3. Learning: Implement a table-based Q-Learning algorithm for this agent in Python as a Jupyter notebook. You are not allowed to use any reinforcement learning libraries for this, your Q-learning must be implemented "from scratch". You are, of course, allowed to use all modules in the standard distribution of Python (e.g. random). The only library you should need beyond this is Numpy (and later Matplotlib for the visualization). If you want to use any other additional libraries apart from Numpy and Matplotlib check with your tutor beforehand whether these are admissible.4. Training and Testing: Train your Q-Learner. Devise a test procedure and metrics that you can use to show that your agent learns the task successfully and that it learns to solve the task independently of the location of A.

5. Documentation: Use the metrics you defined above to document in writing that your agent learns its task. Clearly explain how your test procedure and metrics work. You will also have to be ready to demonstrate this to your tutor and to fully explain this in an interview. Make sure to document all code appropriately. Do so within your notebook.
6. Visualisation: Design, implement appropriate visualisations to show that your agent learns the task successfully. This may but does not have to include animations. You can also rely on plots and other forms of visualisation. Provide these visualisations together with appropriate explanations in the notebook. If you use animations, you may use the grid-world code from the first tutorial to visualise that and how your agent learns the task. For example, use the visualisation to show typical runs at different stages of the training. You are, of course, free to write your own visualisation code. The code from Laboratory 1 is provided only to make your task easier.

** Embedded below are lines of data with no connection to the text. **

def candidate_positions(job, ss: StateSet, static_loads, k: float, cache=None) -> list[float]:
    """Every first-wheel position where some check can reach its worst (see module doc)."""
    mv = ss.parts.moving[0]
    kk = k * (1 + ss.parts.impact)
    L = job.length
    tol = 1e-9 * L
    p_lo, p_hi = mv.p_range
    X = fixed_breaks(job, ss, static_loads)
    pb = {p_lo, p_hi}
    for x in X:
        for s in mv.offsets:
            if p_lo < x - s < p_hi:
                pb.add(x - s)
    pb = sorted(pb)
    # a wheel on a support or a load edge: the worst shear is the limit as it comes near,
    # so the positions just either side of every p-break are candidates too
    nudge = 1e-8 * L
    cands = set(pb) | {p + d for p in pb for d in (-nudge, nudge)}
    if p_hi - p_lo <= tol:
        return [p_lo]
    static = solve(replace(ss.beam, loads=tuple(static_loads)))
    cache = cache if cache is not None else {}
    has_dead = any(mv.dead)
    for a, b in zip(pb, pb[1:]):
        if b - a <= tol:
            continue
        ps = _cheb_nodes(a, b, _NS)
        sols = []
        for p in ps:
            key = (round(p / tol), "l")
            if key not in cache:
                cache[key] = solve(_wheel_beam(ss.beam, mv, p, "live"))
                cache[(round(p / tol), "d")] = (solve(_wheel_beam(ss.beam, mv, p, "dead"))
                                                if has_dead else None)
            sl, sd = cache[key], cache[(round(p / tol), "d")]
            sols.append((sl, sd))

        def mov(name, x, side, i):
            sl, sd = sols[i]
            v = kk * sl.function(name)(x, side)
            if sd is not None:
                v += sd.function(name)(x, side)
            return v

        mid = 0.5 * (a + b)
        for name, deg_fixed, deg_line in (("shear", 6, 8), ("moment", 6, 8),
                                          ("deflection", 6, 10)):
            spw = static.function(name)
            for x in X:  # (a) at fixed breaks
                for side in ("left", "right"):
                    f = np.array([mov(name, x, side, i) for i in range(_NS)])
                    cands.update(_stationary(ps, f, a, b, deg_fixed))
            for s in mv.offsets:  # (b) under each wheel
                for side in ("left", "right"):
                    f = np.array([spw(p + s, side) + mov(name, p + s, side, i)
                                  for i, p in enumerate(ps)])
                    cands.update(_stationary(ps, f, a, b, deg_line))
            if name == "shear":
                continue  # V is stationary in x only where the static load crosses zero
            # (c) interior critical points of each cell
            pts_mid = sorted(set(X) | {mid + s for s in mv.offsets})
            for lo, hi in zip(pts_mid, pts_mid[1:]):
                if hi - lo <= tol:
                    continue
                xm_mid = 0.5 * (lo + hi)
                bref, sc = _piece(spw, xm_mid)
                rows = []
                for i, p in enumerate(ps):
                    # the same cell at this p: between the same fixed break / wheel
                    lo_p = lo if any(abs(lo - x) <= tol for x in X) else lo - mid + p
                    hi_p = hi if any(abs(hi - x) <= tol for x in X) else hi - mid + p
                    if hi_p <= lo_p:
                        rows = None
                        break
                    xm = 0.5 * (lo_p + hi_p)
                    sl, sd = sols[i]
                    r0, cl = _piece(sl.function(name), xm)
                    c = kk * cl
                    if sd is not None:
                        c = c + _piece(sd.function(name), xm)[1]
                    rows.append(_shift(c, bref - r0))
                if rows is None:
                    continue
                rows = np.array(rows)
                dm = 1 if name == "moment" else 3
                rho = (2 * ps - (a + b)) / (b - a)
                fits = [np.polynomial.chebyshev.chebfit(rho, rows[:, m], 6)
                        for m in range(dm + 1)]
                cands.update(_interior(sc, fits, hi - lo, a, b))
    out = sorted(p for p in cands if p_lo - tol <= p <= p_hi + tol)
    dedup = []
    for p in out:
        if not dedup or p - dedup[-1] > 1e-10 * L:
            dedup.append(min(max(p, p_lo), p_hi))
    return dedup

Performance Level and Training Budget

To achieve full marks, your agent must learn to solve 100% of the possible scenarios in 10 steps or less within less than 20,000 training episodes.

Submission Instructions
Submission will be via the Moodle platform. Detailed submission instructions will be published on Moodle in the Assignment section.

Use of Generative AI

You are allowed to use Generative AI to solve your assignment. If you decide to do so, you must treat the AI like another external author (as a non-authoritative author whom you mistrust, given how much content is made up by Chat GPT and similar AIs). It is entirely your own responsibility that the content is correct and you can only use generated content to the extent that you could use materials provided by an external author. The AI is not part of your project team. If you use code that an AI produced you must be able to fully explain every detail of that code.

You must give a declaration that fully explains how and for which components you used generative AI.

Any use of generative AI must be appropriately acknowledged (see Learn HQ).